- _DATA FOR THE TASK_
━━━

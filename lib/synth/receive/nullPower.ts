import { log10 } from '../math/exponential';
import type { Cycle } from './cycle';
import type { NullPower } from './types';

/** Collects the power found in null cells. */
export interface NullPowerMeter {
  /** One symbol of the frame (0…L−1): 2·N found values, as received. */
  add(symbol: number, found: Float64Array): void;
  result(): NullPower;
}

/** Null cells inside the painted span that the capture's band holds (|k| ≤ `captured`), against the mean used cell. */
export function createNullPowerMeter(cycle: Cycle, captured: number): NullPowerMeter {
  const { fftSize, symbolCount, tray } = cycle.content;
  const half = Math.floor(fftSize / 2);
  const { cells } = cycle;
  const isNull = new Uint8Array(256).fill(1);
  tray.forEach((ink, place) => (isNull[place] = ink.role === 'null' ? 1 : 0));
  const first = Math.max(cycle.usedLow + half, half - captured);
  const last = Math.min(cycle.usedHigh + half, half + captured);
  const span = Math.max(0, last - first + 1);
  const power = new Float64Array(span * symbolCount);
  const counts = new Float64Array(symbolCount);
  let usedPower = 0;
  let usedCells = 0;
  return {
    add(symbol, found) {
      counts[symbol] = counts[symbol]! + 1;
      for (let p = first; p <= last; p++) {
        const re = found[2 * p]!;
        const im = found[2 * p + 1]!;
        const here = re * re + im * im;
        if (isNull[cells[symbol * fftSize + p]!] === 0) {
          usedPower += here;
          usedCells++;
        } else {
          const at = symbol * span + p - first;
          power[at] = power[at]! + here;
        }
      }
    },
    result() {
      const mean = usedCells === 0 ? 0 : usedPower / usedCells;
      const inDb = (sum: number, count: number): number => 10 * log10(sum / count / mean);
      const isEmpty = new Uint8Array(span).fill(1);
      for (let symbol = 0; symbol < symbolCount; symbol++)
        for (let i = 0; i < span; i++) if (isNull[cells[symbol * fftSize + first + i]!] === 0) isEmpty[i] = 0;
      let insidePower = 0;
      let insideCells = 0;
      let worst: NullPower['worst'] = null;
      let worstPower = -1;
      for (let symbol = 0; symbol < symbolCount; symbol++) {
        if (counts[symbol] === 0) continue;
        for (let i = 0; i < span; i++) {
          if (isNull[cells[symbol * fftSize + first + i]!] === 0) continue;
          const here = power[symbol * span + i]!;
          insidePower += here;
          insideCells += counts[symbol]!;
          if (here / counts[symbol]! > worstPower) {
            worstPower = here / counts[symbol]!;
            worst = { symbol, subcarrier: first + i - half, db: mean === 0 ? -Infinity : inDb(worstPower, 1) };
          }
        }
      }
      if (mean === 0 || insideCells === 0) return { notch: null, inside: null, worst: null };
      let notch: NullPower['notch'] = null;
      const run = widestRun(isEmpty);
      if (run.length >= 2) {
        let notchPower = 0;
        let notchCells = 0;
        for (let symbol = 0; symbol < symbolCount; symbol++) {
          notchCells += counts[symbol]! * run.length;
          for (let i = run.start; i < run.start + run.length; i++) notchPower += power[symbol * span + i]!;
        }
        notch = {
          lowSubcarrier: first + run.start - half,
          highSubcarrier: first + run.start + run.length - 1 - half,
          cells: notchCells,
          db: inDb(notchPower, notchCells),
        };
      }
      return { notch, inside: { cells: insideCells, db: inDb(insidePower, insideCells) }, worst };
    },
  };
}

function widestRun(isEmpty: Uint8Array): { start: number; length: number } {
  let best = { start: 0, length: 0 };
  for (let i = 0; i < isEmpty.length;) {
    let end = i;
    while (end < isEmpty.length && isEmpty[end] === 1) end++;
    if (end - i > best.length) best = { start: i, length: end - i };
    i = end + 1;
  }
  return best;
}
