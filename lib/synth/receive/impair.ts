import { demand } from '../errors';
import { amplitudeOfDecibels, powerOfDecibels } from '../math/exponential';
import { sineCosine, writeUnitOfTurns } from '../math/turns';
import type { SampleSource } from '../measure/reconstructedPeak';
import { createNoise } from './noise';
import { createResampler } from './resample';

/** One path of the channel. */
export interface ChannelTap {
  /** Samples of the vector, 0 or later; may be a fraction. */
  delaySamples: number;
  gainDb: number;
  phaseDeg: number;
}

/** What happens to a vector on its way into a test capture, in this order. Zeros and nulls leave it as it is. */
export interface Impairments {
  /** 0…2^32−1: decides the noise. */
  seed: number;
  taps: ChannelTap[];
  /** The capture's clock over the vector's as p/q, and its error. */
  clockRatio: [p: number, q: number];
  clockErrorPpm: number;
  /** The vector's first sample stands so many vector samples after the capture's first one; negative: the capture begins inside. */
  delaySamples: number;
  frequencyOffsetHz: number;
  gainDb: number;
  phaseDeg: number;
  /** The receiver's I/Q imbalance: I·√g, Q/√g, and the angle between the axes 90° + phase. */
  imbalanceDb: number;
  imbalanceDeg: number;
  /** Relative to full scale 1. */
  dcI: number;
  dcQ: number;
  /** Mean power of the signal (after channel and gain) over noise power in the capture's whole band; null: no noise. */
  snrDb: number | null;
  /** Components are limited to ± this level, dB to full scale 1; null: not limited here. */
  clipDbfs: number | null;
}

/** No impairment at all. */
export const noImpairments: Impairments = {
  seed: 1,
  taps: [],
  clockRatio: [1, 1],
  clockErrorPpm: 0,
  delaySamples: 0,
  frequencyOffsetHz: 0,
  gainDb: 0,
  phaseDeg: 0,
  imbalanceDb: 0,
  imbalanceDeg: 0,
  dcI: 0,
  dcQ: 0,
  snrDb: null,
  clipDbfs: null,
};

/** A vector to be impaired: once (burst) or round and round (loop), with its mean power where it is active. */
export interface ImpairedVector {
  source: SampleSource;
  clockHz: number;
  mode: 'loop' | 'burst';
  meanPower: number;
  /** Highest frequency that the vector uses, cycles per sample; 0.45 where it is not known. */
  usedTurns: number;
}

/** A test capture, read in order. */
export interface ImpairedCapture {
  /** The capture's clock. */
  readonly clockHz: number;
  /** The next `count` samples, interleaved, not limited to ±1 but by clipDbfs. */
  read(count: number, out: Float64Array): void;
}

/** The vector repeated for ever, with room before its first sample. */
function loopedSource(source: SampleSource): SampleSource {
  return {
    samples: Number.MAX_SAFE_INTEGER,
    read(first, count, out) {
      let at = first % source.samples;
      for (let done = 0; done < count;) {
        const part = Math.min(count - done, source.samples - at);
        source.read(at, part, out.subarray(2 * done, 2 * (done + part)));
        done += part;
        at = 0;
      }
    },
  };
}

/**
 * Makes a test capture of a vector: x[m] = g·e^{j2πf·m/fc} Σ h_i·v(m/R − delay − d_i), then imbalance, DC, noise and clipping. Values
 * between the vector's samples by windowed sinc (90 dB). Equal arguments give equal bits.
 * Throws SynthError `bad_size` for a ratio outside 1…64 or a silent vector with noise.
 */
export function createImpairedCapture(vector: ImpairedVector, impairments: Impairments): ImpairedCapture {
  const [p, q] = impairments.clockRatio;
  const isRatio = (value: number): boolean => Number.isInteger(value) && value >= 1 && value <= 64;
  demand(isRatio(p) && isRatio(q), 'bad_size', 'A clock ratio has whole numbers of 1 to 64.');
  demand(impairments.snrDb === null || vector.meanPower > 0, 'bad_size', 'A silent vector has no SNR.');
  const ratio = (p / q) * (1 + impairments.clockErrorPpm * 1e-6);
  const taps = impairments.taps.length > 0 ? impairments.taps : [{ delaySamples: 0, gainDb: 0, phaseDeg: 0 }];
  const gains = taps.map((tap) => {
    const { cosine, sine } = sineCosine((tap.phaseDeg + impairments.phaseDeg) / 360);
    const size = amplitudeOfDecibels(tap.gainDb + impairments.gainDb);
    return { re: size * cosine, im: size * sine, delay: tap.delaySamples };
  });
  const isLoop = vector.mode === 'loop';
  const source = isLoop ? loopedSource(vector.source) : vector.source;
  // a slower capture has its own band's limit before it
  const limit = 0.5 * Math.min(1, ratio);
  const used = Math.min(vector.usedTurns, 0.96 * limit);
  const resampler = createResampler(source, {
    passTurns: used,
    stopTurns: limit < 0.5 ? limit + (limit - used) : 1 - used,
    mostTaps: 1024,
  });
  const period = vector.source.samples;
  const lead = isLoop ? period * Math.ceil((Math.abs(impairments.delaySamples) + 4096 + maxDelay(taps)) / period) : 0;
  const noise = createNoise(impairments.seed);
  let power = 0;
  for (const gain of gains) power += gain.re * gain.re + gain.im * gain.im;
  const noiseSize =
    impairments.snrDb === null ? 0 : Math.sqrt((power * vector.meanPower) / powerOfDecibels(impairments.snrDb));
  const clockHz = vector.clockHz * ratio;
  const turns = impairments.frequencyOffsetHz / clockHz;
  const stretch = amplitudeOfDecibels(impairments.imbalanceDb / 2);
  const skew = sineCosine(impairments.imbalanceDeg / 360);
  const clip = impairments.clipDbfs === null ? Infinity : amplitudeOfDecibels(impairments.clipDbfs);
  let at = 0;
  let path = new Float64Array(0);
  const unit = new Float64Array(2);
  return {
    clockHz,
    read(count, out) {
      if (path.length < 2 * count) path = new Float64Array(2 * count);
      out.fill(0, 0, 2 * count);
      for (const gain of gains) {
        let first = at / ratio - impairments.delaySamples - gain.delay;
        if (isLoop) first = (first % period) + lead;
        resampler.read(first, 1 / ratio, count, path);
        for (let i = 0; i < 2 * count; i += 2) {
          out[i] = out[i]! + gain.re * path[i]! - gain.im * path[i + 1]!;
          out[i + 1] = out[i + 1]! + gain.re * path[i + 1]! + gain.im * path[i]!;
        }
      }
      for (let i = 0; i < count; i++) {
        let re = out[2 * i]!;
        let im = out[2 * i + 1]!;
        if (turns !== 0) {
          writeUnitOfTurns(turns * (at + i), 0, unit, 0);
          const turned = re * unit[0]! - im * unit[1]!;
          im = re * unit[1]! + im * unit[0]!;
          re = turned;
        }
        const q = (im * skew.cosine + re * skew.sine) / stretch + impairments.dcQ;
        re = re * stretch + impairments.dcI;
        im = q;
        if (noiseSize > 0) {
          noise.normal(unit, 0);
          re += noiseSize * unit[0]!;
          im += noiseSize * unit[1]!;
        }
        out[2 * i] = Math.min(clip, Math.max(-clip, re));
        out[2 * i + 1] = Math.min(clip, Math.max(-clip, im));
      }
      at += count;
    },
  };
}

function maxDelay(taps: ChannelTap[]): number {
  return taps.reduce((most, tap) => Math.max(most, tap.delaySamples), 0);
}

━━━

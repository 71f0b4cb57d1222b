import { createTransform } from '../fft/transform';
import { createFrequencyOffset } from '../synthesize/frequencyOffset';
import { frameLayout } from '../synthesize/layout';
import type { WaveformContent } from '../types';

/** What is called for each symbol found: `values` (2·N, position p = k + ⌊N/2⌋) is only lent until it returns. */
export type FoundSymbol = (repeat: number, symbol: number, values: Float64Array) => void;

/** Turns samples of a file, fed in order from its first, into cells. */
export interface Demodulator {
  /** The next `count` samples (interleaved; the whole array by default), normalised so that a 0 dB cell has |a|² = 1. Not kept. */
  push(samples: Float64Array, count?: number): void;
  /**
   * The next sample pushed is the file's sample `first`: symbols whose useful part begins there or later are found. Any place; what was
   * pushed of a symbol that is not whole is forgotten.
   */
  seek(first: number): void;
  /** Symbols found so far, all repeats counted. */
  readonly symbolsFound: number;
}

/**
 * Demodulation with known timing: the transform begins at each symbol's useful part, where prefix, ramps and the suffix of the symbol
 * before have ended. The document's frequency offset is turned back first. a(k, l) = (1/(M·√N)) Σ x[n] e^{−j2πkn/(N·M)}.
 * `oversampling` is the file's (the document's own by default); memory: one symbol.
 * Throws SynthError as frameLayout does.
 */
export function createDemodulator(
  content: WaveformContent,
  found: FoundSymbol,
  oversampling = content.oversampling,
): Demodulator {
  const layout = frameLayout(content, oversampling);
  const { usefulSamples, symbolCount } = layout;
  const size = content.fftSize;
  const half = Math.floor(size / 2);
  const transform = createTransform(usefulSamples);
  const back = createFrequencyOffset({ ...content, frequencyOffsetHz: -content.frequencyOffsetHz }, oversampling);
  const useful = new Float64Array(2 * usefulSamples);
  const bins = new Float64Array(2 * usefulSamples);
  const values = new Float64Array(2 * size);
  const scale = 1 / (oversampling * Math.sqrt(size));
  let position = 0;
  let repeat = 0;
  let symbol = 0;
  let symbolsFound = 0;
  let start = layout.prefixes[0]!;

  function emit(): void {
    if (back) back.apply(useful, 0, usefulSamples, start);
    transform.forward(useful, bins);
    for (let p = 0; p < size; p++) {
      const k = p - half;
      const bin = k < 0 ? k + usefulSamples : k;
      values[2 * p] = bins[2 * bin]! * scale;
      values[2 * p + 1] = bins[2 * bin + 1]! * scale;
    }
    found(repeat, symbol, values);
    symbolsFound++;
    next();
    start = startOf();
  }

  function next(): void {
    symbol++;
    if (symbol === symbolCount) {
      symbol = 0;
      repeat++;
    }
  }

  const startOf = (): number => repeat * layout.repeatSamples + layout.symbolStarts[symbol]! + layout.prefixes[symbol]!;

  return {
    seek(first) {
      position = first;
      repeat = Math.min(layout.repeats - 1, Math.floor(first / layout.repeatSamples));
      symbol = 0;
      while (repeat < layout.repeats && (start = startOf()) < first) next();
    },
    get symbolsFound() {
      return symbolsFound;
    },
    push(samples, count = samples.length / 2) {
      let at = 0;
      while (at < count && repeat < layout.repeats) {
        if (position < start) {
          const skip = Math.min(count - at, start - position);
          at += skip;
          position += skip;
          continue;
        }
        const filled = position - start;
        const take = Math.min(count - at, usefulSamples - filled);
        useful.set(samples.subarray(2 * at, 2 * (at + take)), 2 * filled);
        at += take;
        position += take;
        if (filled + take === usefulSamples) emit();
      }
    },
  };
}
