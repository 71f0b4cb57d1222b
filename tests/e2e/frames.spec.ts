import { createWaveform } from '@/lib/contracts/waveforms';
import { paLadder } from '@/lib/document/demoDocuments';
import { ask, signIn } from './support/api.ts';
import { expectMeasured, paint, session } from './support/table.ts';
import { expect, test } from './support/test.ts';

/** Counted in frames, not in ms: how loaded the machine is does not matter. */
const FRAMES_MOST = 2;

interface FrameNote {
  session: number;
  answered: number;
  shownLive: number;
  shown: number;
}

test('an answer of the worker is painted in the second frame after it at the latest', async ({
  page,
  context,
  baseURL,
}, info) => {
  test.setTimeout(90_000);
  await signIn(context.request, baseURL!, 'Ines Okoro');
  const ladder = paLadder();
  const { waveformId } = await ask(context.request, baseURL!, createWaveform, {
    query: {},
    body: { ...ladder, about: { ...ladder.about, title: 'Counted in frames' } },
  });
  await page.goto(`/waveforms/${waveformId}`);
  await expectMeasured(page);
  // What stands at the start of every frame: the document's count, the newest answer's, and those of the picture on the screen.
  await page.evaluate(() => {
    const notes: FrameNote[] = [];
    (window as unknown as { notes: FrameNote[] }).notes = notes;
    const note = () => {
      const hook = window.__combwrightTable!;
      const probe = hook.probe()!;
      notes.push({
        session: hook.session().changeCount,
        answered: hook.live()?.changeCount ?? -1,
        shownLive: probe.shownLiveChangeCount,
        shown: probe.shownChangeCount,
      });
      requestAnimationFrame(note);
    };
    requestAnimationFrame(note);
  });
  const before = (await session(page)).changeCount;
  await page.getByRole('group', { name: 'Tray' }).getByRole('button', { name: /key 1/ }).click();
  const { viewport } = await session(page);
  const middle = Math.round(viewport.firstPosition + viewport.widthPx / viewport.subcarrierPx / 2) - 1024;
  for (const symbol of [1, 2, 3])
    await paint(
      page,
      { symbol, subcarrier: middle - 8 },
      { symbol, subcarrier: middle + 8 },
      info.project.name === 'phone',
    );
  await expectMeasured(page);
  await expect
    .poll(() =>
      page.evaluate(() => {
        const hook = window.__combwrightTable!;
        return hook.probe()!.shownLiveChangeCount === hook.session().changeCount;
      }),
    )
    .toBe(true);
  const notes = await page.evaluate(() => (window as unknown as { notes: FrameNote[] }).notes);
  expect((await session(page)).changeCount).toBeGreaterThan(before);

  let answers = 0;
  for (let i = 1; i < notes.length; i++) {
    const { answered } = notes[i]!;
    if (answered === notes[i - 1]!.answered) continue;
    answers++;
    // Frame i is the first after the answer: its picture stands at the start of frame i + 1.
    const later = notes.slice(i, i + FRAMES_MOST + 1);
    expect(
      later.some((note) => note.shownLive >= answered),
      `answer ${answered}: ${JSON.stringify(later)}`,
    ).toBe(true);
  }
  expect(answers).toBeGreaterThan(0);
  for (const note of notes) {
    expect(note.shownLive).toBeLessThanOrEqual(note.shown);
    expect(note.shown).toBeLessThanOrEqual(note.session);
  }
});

━━━

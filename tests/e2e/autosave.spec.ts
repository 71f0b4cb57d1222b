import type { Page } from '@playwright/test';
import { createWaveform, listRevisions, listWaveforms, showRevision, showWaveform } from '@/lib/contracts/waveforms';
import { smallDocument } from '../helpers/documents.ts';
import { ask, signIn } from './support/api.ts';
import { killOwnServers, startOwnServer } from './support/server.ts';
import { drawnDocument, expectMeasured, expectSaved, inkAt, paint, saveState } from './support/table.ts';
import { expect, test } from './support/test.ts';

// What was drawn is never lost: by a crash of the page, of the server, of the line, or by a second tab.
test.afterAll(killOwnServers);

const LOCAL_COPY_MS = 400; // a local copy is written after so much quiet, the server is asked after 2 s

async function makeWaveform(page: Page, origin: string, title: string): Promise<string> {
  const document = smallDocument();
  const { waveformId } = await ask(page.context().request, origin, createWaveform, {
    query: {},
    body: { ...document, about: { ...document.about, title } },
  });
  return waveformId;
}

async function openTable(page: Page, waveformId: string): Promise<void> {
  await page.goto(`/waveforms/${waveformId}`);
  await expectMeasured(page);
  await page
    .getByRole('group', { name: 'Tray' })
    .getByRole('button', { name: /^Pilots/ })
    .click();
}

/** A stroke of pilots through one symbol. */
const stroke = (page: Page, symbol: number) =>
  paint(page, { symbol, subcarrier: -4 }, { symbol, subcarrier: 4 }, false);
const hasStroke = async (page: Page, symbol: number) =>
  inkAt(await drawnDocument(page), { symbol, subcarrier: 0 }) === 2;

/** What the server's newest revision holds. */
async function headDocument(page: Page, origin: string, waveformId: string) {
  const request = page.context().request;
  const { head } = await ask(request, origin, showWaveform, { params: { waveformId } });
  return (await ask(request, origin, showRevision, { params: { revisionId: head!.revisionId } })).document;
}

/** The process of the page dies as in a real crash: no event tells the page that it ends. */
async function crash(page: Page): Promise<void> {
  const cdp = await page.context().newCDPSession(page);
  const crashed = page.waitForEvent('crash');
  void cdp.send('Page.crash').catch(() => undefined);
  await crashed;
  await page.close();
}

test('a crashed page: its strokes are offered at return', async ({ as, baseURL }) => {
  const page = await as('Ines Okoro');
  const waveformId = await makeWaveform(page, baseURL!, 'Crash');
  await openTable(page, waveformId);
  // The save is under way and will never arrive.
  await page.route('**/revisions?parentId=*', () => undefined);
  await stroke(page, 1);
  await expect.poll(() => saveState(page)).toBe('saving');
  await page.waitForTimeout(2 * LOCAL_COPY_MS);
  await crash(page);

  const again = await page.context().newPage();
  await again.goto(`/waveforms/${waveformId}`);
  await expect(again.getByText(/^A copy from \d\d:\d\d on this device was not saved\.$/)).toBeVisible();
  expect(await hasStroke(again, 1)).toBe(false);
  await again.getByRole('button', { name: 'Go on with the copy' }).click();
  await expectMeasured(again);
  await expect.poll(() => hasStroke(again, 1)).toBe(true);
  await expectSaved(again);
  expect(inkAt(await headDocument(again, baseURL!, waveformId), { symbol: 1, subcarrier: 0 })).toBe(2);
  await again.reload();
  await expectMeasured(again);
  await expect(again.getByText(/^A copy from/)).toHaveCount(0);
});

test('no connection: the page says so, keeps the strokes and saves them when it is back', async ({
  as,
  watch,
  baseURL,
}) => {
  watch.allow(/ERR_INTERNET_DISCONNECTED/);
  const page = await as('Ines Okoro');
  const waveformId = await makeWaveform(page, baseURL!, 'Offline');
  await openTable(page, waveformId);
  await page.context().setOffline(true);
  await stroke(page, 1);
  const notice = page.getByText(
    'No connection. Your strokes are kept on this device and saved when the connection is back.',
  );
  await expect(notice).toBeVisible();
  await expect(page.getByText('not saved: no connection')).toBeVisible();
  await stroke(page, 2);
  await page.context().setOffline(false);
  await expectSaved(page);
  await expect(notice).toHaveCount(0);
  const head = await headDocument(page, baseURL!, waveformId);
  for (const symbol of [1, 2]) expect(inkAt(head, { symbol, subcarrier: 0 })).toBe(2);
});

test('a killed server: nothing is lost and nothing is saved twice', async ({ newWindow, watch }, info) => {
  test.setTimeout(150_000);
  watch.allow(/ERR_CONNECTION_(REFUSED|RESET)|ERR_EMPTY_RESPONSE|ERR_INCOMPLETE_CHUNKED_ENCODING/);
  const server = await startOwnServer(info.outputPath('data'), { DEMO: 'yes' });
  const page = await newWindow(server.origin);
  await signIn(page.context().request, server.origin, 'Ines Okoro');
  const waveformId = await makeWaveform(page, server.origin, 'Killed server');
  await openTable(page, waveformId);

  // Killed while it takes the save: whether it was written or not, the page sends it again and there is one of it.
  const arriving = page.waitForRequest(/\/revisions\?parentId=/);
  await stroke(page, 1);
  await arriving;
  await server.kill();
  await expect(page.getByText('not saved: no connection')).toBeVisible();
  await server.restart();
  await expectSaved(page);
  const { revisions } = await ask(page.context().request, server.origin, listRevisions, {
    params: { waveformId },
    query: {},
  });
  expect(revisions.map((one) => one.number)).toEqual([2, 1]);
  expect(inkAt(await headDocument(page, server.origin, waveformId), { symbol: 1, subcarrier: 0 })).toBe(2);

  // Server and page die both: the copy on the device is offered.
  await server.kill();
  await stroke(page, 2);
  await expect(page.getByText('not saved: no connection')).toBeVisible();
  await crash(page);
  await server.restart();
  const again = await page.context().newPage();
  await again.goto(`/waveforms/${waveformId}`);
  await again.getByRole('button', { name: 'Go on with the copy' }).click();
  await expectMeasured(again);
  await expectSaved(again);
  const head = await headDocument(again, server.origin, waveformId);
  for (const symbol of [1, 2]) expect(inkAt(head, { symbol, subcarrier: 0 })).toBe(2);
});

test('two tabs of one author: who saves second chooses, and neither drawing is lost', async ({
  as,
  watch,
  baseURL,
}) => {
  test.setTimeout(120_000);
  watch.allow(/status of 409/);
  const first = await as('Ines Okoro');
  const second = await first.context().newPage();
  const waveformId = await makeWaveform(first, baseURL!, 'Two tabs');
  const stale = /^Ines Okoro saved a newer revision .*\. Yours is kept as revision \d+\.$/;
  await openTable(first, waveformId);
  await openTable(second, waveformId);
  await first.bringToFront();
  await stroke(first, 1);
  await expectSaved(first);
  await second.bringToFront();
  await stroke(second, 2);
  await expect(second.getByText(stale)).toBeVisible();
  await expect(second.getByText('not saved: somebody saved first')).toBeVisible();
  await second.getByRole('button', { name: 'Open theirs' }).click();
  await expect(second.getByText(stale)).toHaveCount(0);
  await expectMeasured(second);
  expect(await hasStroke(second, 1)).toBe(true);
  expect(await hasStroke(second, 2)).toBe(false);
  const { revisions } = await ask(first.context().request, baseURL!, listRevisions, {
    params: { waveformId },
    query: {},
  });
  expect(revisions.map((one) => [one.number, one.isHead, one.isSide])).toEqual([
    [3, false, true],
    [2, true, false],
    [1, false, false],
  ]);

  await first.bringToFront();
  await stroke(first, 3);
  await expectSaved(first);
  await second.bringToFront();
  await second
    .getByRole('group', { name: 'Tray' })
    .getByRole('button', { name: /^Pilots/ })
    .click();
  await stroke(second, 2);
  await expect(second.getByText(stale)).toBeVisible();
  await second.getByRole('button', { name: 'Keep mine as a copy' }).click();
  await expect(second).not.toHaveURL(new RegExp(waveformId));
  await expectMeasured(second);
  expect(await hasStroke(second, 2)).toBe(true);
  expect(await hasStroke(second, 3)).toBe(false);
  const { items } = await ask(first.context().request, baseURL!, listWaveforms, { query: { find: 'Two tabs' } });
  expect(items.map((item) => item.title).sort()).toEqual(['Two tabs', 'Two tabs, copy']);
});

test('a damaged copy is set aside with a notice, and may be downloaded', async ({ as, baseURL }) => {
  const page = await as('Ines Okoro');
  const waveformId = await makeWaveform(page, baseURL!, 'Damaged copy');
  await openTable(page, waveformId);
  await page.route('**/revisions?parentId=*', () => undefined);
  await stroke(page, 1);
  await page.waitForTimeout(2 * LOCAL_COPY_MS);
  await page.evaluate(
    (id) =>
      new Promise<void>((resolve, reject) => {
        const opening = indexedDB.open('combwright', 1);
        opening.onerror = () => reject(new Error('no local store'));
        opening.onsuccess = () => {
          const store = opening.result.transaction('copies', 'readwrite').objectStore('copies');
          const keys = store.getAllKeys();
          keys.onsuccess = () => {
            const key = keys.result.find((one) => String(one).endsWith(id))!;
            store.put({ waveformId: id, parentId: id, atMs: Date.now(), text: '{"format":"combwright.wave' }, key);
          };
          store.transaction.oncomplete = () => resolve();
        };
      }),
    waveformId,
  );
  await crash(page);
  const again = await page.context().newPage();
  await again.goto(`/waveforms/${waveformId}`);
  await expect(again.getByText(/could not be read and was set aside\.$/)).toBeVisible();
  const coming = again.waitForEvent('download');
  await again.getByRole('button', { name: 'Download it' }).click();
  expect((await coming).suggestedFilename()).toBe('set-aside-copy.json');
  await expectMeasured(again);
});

━━━

- _EXERCISE_
Take the records above and return, word for word, only the lines that fall from the line with "filename lib/synth/receive/nullPower.ts" to the line with "let worstPower = -1;", both of them included.

- _RESULT OF THIS EXERCISE_
filename lib/synth/receive/nullPower.ts
import { log10 } from '../math/exponential';
import type { Cycle } from './cycle';
import type { NullPower } from './types';

/** Collects the power found in null cells. */
export interface NullPowerMeter {
  /** One symbol of the frame (0…L−1): 2·N found values, as received. */
  add(symbol: number, found: Float64Array): void;
  result(): NullPower;
}

/** Null cells inside the painted span that the capture's band holds (|k| ≤ `captured`), against the mean used cell. */
export function createNullPowerMeter(cycle: Cycle, captured: number): NullPowerMeter {
  const { fftSize, symbolCount, tray } = cycle.content;
  const half = Math.floor(fftSize / 2);
  const { cells } = cycle;
  const isNull = new Uint8Array(256).fill(1);
  tray.forEach((ink, place) => (isNull[place] = ink.role === 'null' ? 1 : 0));
  const first = Math.max(cycle.usedLow + half, half - captured);
  const last = Math.min(cycle.usedHigh + half, half + captured);
  const span = Math.max(0, last - first + 1);
  const power = new Float64Array(span * symbolCount);
  const counts = new Float64Array(symbolCount);
  let usedPower = 0;
  let usedCells = 0;
  return {
    add(symbol, found) {
      counts[symbol] = counts[symbol]! + 1;
      for (let p = first; p <= last; p++) {
        const re = found[2 * p]!;
        const im = found[2 * p + 1]!;
        const here = re * re + im * im;
        if (isNull[cells[symbol * fftSize + p]!] === 0) {
          usedPower += here;
          usedCells++;
        } else {
          const at = symbol * span + p - first;
          power[at] = power[at]! + here;
        }
      }
    },
    result() {
      const mean = usedCells === 0 ? 0 : usedPower / usedCells;
      const inDb = (sum: number, count: number): number => 10 * log10(sum / count / mean);
      const isEmpty = new Uint8Array(span).fill(1);
      for (let symbol = 0; symbol < symbolCount; symbol++)
        for (let i = 0; i < span; i++) if (isNull[cells[symbol * fftSize + first + i]!] === 0) isEmpty[i] = 0;
      let insidePower = 0;
      let insideCells = 0;
      let worst: NullPower['worst'] = null;
      let worstPower = -1;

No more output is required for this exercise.